### [WORK ITEM]
List each line of the data that holds the string "expectAccessible", please.

Excerpts from a dataset:
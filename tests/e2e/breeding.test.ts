// Issue 8's end-to-end check at 360 px: a molt with its size draws the growth chart; an egg sac
// becomes a tray of slings, straight to their labels. Breeding follows the group: the female
// picker lists only females of groups that have a sac, case or brood, and its words follow hers.
import { describe, expect, it } from 'vitest';
import { expectAccessible, phonePage, screenshot, signInAsDemo, useE2e } from './support';

const env = useE2e();

describe('growth and breeding at 360 px', () => {
  it('records a molt and shows the chart; records a sac, pots up its slings and prints their labels', async () => {
    const { page, consoleErrors } = await phonePage(env.browser);
    await signInAsDemo(page, env.server.baseUrl, 'owner@northlight.test');
    await page.getByRole('link', { name: 'Animals', exact: true }).click();
    await page.getByLabel('Find', { exact: true }).fill('Juniper');
    await page.getByRole('link', { name: 'Juniper' }).click();

    const molt = page.getByRole('form', { name: 'Record a molt' });
    await molt.getByLabel('Size after (mm)').fill('136');
    await molt.getByLabel('The exuviae shows').selectOption('female');
    await molt.getByRole('button', { name: 'Record the molt' }).click();
    // Once recorded, the form completes that same molt (one molt, one record) and says so.
    await expect.poll(() => page.getByText('Molt recorded.').count()).toBe(1);
    expect(await page.getByRole('form', { name: /^Complete the molt of / }).count()).toBe(1);
    // Once the molt is synced, the history has it and the chart draws it.
    const chart = page.getByRole('img', { name: /Leg span after each molt: .*136 mm/ });
    await expect.poll(() => chart.count(), { timeout: 20_000 }).toBe(1);
    await expect.poll(() => page.getByText(/Leg span 136 mm/).count(), { timeout: 10_000 }).toBe(1);
    await expectAccessible(page, 'animal with growth');
    await chart.scrollIntoViewIfNeeded();
    await screenshot(page, 'breeding-01-growth');

    await page.getByRole('link', { name: 'Animals', exact: true }).click();
    await page.getByText('More', { exact: true }).click();
    await page.getByRole('link', { name: 'Breeding' }).click();
    const juniper = (
      await page.getByLabel('Female', { exact: true }).locator('option').allInnerTexts()
    ).find((t) => t.startsWith('Juniper ('))!;
    await page.getByLabel('Female', { exact: true }).selectOption({ label: juniper });
    await page.getByLabel('Clutch name').fill('Juniper sac E2E');
    await page.getByRole('button', { name: 'Record the sac' }).click();
    const sac = page
      .getByRole('list', { name: 'Egg sacs' })
      .getByRole('listitem')
      .filter({ hasText: 'Juniper sac E2E' });
    await sac.waitFor();
    await sac.getByRole('button', { name: 'Pot up slings…' }).click();
    const pot = page.getByRole('form', { name: 'Pot up slings from Juniper sac E2E' });
    await pot.getByLabel('How many').fill('12');
    // A new room, rack and tray, named down the tree.
    await pot.getByLabel('Room').selectOption({ label: '＋ New room…' });
    await pot.getByLabel('Room (new)').fill('Sling room');
    await pot.getByLabel('Rack (new)').fill('S');
    await pot.getByLabel('Shelf or tray (new)').fill('T1');
    await expectAccessible(page, 'breeding');
    await screenshot(page, 'breeding-02-pot-up');
    await pot.getByRole('button', { name: 'Create 12 slings' }).click();
    await page.waitForURL('**/labels');
    await expect
      .poll(() => page.getByText(/^12 labels on 1 sheet/).count(), { timeout: 10_000 })
      .toBe(1);
    await screenshot(page, 'breeding-03-labels');
    expect(consoleErrors).toEqual([]);
  });

  it('offers only females that can breed, and records a scorpion’s brood in its own words', async () => {
    const { page, consoleErrors } = await phonePage(env.browser);
    await signInAsDemo(page, env.server.baseUrl, 'owner@northlight.test');
    await page.getByRole('link', { name: 'Animals', exact: true }).click();
    await page.getByText('More', { exact: true }).click();
    await page.getByRole('link', { name: 'Breeding' }).click();
    const picker = page.getByLabel('Female', { exact: true });
    await picker.waitFor();
    const options = await picker.locator('option').allInnerTexts();
    // The demo's mature male, its centipede and juveniles of unknown sex, and its slings are not offered.
    for (const name of ['Blue Jay', 'Rattler', 'Verdi', 'Tiger', 'Pebble'])
      expect(options.some((o) => o.startsWith(`${name} (`))).toBe(false);
    expect(options.some((o) => o.startsWith('Juniper ('))).toBe(true);
    const form = page.getByRole('form', { name: /^Record / });
    expect(await form.getByRole('heading').innerText()).toBe('Record an egg sac');

    await picker.selectOption({ label: options.find((o) => o.endsWith('· Scorpion'))! });
    expect(await form.getByRole('heading').innerText()).toBe('Record a brood');
    await form.getByLabel('Scorplings').fill('31');
    await form.getByLabel('Clutch name').fill('Scorplings E2E');
    await form.getByRole('button', { name: 'Record the brood' }).click();
    const brood = page
      .getByRole('list', { name: /Egg sacs/ })
      .getByRole('listitem')
      .filter({ hasText: 'Scorplings E2E' });
    await brood.waitFor();
    expect(await brood.innerText()).toMatch(
      /Brood[\s\S]*Born on [A-Z][a-z]{2}[^·]+ · likely to disperse from [^·]+ to [^·]+[\s\S]*Scorplings 31/,
    );
    await brood.getByRole('button', { name: 'Update…' }).click();
    expect(await brood.getByLabel('Dispersed on').count()).toBe(1);
    expect(await brood.getByLabel('Pulled on').count()).toBe(0);
    await expectAccessible(page, 'breeding by group');
    await screenshot(page, 'breeding-04-scorpion-brood');
    expect(consoleErrors).toEqual([]);
  });
});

### [REPLY]
import { expectAccessible, phonePage, screenshot, signInAsDemo, useE2e } from './support';
    await expectAccessible(page, 'animal with growth');
    await expectAccessible(page, 'breeding');
    await expectAccessible(page, 'breeding by group');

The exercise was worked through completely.